Albatross
- Editor: Stacey M. Franchild
- Categories: Lesbian
- Frequency: Biannual
- Circulation: 5,000
- Publisher: The Albatross Collective
- Founded: 1974; 52 years ago
- First issue: October 1974
- Country: United States
- Based in: East Orange, New Jersey
- Language: English
- OCLC: 428434105

= Albatross (magazine) =

American lesbian magazine

Albatross was an American lesbian satirical magazine published monthly for the first 6 issues, then quarterly for the next 2 years. In its final year only two issues were produced. It was produced by The Albatross Collective (TAC), which was based in East Orange, New Jersey. Usually subtitled as The Lesbian Feminist Satire Magazine, issues featured prose, poems, comics, and advertisements. The first issue of Albatross was published in October 1974.

==History==

Albatross was founded by former members of the Mid-East Jersey National Organization for Women (NOW) chapter, who left due to homophobic views and discrimination from members of other local and nationwide NOW chapters. The decision was announced in the final issue of their newsletter, Sisterhood - The Mid-East Jersey NOW News, published in June 1974. Stacey M. Franchild, the president of Mid-East Jersey NOW wrote, “As we as people still have information to impart, and must have a means of doing so, though not through the structure of NOW, we shall disseminate our information through the newsletter of another group…the Mid-East Jersey Radical Feminists. The newsletter shall be entitled the ALBATROSS…and NOW may certainly come to think of it as that.”

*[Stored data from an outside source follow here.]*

class Curve(_Handle):
    """A curve (u(t), v(t)) in a surface's parameter plane."""

    _free = staticmethod(_lib.lib.strake_curve_free)

    #: The projections of the points, for a curve made by :meth:`through_space_points`.
    projections: Optional[np.ndarray] = None

    def __init__(self) -> None:
        raise TypeError("use Curve.nurbs(...), Curve.line(...), Curve.through_uv_points(...), "
                        "Curve.from_function(...) or another Curve constructor")

    @classmethod
    def nurbs(cls, degree: int, knots: ArrayLike, uv_points: ArrayLike,
              weights: Optional[ArrayLike] = None) -> "Curve":
        """A NURBS curve: ``uv_points`` of shape (n, 2), ``weights`` of shape (n,) or None."""
        k, p = _doubles(knots, "knots"), _doubles(uv_points, "uv_points", (2,))
        w = None if weights is None else _doubles(weights, "weights")
        return cls._made(lambda out: _lib.lib.strake_curve_new_nurbs(
            degree, _ptr(k), k.size, _ptr(p), p.shape[0], _ptr(w), out))

    @classmethod
    def line(cls, start: Sequence[float], end: Sequence[float]) -> "Curve":
        """The straight line from (u, v) = start at t = 0 to end at t = 1."""
        return cls.nurbs(1, [0.0, 0.0, 1.0, 1.0], [start, end])

    @classmethod
    def from_function(cls, f: Callable[[float], ArrayLike], t_range: Sequence[float]) -> "Curve":
        """A curve evaluated by ``f(t)`` over ``t_range``, which returns the six numbers
        (u, v, du/dt, dv/dt, d2u/dt2, d2v/dt2) (strake_curve_from_callback). To refuse a t,
        raise: the text reaches the caller in a :class:`CallbackError`."""

        def trampoline(_user, t, jet):
            try:
                row = np.ascontiguousarray(f(t), dtype=np.float64).reshape(-1)
                if row.size != 6:
                    raise ValueError(f"the curve function must return 6 numbers, got {row.size}")
                ctypes.memmove(jet, row.ctypes.data, 48)
                return 0
            except BaseException as e:
                return _report(e)

        cb = _lib.CURVE_FN(trampoline)
        return cls._made(lambda out: _lib.lib.strake_curve_from_callback(
            cb, None, float(t_range[0]), float(t_range[1]), out), keep=(cb, f))

    @classmethod
    def from_high_function(cls, f: Callable[[float, int], ArrayLike], t_range: Sequence[float],
                           max_order: int = 4) -> "Curve":
        """A curve evaluated by ``f(t, order)`` with derivatives up to ``max_order`` (3 or 4;
        strake_curve_from_high_callback), for the calls that need the curve's third or fourth
        derivatives (invariant rates, the tool-centre path). ``f`` returns an array of shape
        (k, 2), at least ``order + 1`` rows: (u, v), (du, dv), (d2u, d2v), (d3u, d3v),
        (d4u, d4v) with respect to t. To refuse a t, raise."""

        def trampoline(_user, t, order, jet):
            try:
                rows = np.ascontiguousarray(f(t, order), dtype=np.float64)
                if rows.ndim != 2 or rows.shape[1] != 2 or not order + 1 <= rows.shape[0] <= 5:
                    raise ValueError(
                        f"the curve function must return an array of shape (k, 2) with "
                        f"{order + 1} <= k <= 5 rows for order {order}, got shape {rows.shape}")
                ctypes.memmove(jet, rows.ctypes.data, rows.shape[0] * 16)
                return 0
            except BaseException as e:
                return _report(e)

        cb = _lib.CURVE_HIGH_FN(trampoline)
        return cls._made(lambda out: _lib.lib.strake_curve_from_high_callback(
            cb, None, int(max_order), float(t_range[0]), float(t_range[1]), out),
            keep=(cb, f))

    @classmethod
    def through_uv_points(cls, uv_points: ArrayLike, degree: int = 3, centripetal: bool = False,
                          start_derivative: Optional[Sequence[float]] = None,
                          end_derivative: Optional[Sequence[float]] = None) -> "Curve":
        """The interpolating B-spline of ``degree`` through the (n, 2) points (chord-length or
        centripetal parameters), with optional end derivatives (du/dt, dv/dt) at t = 0 and 1
        (both or neither)."""
        p = _doubles(uv_points, "uv_points", (2,))
        d0 = None if start_derivative is None else _fixed(start_derivative, "start_derivative", 2)
        d1 = None if end_derivative is None else _fixed(end_derivative, "end_derivative", 2)
        return cls._made(lambda out: _lib.lib.strake_curve_through_uv_points(
            _ptr(p), p.shape[0], degree, int(bool(centripetal)), _ptr(d0), _ptr(d1), out))

    @classmethod
    def through_space_points(cls, surface: Surface, points: ArrayLike, degree: int = 3,
                             centripetal: bool = False, tolerance: float = np.inf,
                             periodic_u: bool = False, periodic_v: bool = False, grid: int = 0,
                             max_iterations: int = 0) -> "Curve":
        """The curve on ``surface`` through points in space (shape (n, 3), in path order),
        projected onto the surface and interpolated in the parameter plane
        (strake_curve_through_space_points). ``tolerance`` is the largest accepted distance
        from a point to the surface. The projections (:data:`dtype("StrakeProjection")`) are
        kept in the curve's ``projections``."""
        p = _doubles(points, "points", (3,))
        opts = _projection_options(tolerance, periodic_u, periodic_v, grid, max_iterations)
        proj = np.zeros(p.shape[0], dtype=dtype("StrakeProjection"))
        c = cls._made(lambda out: _lib.lib.strake_curve_through_space_points(
            surface.handle, _ptr(p), p.shape[0], opts.ctypes.data, degree, int(bool(centripetal)),
            proj.ctypes.data, out))
        c.projections = proj
        return c

    @classmethod
    def project_nurbs(cls, surface: Surface, degree: int, knots: ArrayLike, points: ArrayLike,
                      fit_tolerance: float, weights: Optional[ArrayLike] = None,
                      tolerance: float = np.inf, periodic_u: bool = False,
                      periodic_v: bool = False, grid: int = 0, max_iterations: int = 0) -> "Curve":
        """A NURBS curve in space (control ``points`` of shape (n, 3)) projected onto
        ``surface`` and fitted in its parameter plane to ``fit_tolerance``
        (strake_curve_project_nurbs)."""
        k, p = _doubles(knots, "knots"), _doubles(points, "points", (3,))
        w = None if weights is None else _doubles(weights, "weights")
        opts = _projection_options(tolerance, periodic_u, periodic_v, grid, max_iterations)
        return cls._made(lambda out: _lib.lib.strake_curve_project_nurbs(
            surface.handle, degree, _ptr(k), k.size, _ptr(p), p.shape[0], _ptr(w),
            opts.ctypes.data, float(fit_tolerance), out))

    @classmethod
    def spiral(cls, centre: Sequence[float], r_start: float, r_end: float, pitch: float) -> "Curve":
        """An Archimedean spiral in a plane (its u and v read as x and y), for
        :func:`drive_project`: r = r_start + pitch theta / (2 pi), theta the curve parameter
        (strake_curve_new_spiral)."""
        c = _fixed(centre, "centre", 2)
        return cls._made(lambda out: _lib.lib.strake_curve_new_spiral(
            _ptr(c), float(r_start), float(r_end), float(pitch), out))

In October 1974, the first issue of Albatross was published. The magazine was edited by Stacey M. Franchild. The first issues were created on a mimeograph machine. The Collective hand assembled and stapled the early issues. When we had enough money, Stacey used an IBM Selectric typewriter to produce printer ready copy. She always prioritized unpublished authors and refused submissions that had already been published elsewhere. Her reasoning was simple, she wanted to create a platform for new voices. In addition to editing, she created the 'JC on a Bike', 'Betty Frypan' and 'The Roommates' comic series with her partner, V.E Bass. Stacey also wrote the 'Helps & Advices' and 'Little Mary Sunshine' columns. The 'Tross was collectively written and produced by members of the Mid-East Jersey Radical Feminists. The first issue described their mission, "We hope to share with you through the ALBATROSS, some of our experiences, feelings, humor, anger and day to day living." Issues were published on a quarterly basis until 1978. To save money and time editing, TAC changed to publishing larger issues twice a year.